Stored records:
···

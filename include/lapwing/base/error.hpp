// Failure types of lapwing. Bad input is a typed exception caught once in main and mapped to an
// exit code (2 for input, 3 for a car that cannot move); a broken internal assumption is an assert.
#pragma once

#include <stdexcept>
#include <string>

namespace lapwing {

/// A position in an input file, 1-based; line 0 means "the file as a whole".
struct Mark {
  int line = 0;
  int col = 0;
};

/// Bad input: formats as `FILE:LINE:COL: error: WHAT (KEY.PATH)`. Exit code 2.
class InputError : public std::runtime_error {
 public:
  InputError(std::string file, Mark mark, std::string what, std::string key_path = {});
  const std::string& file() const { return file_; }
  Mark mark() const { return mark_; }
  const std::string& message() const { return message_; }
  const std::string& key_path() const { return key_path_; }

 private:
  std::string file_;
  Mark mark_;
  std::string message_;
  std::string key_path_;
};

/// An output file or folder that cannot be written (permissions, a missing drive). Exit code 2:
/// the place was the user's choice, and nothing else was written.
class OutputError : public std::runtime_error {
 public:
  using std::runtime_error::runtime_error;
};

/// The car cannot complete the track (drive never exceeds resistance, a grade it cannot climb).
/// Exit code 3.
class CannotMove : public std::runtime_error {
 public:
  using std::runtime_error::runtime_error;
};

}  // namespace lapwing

···

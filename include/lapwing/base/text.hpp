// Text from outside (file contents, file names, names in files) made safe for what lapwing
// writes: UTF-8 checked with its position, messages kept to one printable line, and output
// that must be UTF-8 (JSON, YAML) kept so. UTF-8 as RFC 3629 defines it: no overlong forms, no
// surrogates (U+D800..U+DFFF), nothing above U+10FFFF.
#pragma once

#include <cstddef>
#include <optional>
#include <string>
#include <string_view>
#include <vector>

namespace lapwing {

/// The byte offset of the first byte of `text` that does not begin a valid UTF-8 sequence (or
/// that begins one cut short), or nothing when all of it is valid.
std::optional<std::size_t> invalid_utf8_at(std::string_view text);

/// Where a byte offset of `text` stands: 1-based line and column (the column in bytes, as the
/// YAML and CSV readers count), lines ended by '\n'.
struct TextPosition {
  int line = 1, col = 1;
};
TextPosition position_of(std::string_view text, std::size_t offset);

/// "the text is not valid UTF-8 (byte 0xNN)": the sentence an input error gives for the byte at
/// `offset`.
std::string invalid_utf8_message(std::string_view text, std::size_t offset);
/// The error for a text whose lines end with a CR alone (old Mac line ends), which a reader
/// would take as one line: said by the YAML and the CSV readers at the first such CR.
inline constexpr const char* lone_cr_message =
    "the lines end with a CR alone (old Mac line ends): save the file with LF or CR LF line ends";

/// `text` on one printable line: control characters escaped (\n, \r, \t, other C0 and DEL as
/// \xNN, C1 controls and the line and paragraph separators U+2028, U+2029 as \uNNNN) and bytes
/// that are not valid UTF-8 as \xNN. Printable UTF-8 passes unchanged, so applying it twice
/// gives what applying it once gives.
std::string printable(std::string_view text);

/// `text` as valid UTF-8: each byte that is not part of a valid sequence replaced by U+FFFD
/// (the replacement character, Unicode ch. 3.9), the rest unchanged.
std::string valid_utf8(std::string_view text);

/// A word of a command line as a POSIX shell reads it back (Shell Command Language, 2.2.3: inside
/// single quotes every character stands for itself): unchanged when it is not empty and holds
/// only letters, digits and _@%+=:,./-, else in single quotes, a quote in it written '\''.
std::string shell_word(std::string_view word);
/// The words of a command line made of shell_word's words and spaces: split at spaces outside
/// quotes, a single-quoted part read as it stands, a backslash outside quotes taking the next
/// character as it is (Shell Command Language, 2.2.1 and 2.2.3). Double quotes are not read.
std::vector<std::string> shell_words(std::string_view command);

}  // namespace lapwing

···

YOUR INSTRUCTIONS: What is needed is an exact copy of the lines above, from the one containing "TextPosition position_of(std::string_view text, std::size_t" through the one containing "line ends): save", with nothing added.

SOLVED EXERCISE:
TextPosition position_of(std::string_view text, std::size_t offset);

/// "the text is not valid UTF-8 (byte 0xNN)": the sentence an input error gives for the byte at
/// `offset`.
std::string invalid_utf8_message(std::string_view text, std::size_t offset);
/// The error for a text whose lines end with a CR alone (old Mac line ends), which a reader
/// would take as one line: said by the YAML and the CSV readers at the first such CR.
inline constexpr const char* lone_cr_message =
    "the lines end with a CR alone (old Mac line ends): save the file with LF or CR LF line ends";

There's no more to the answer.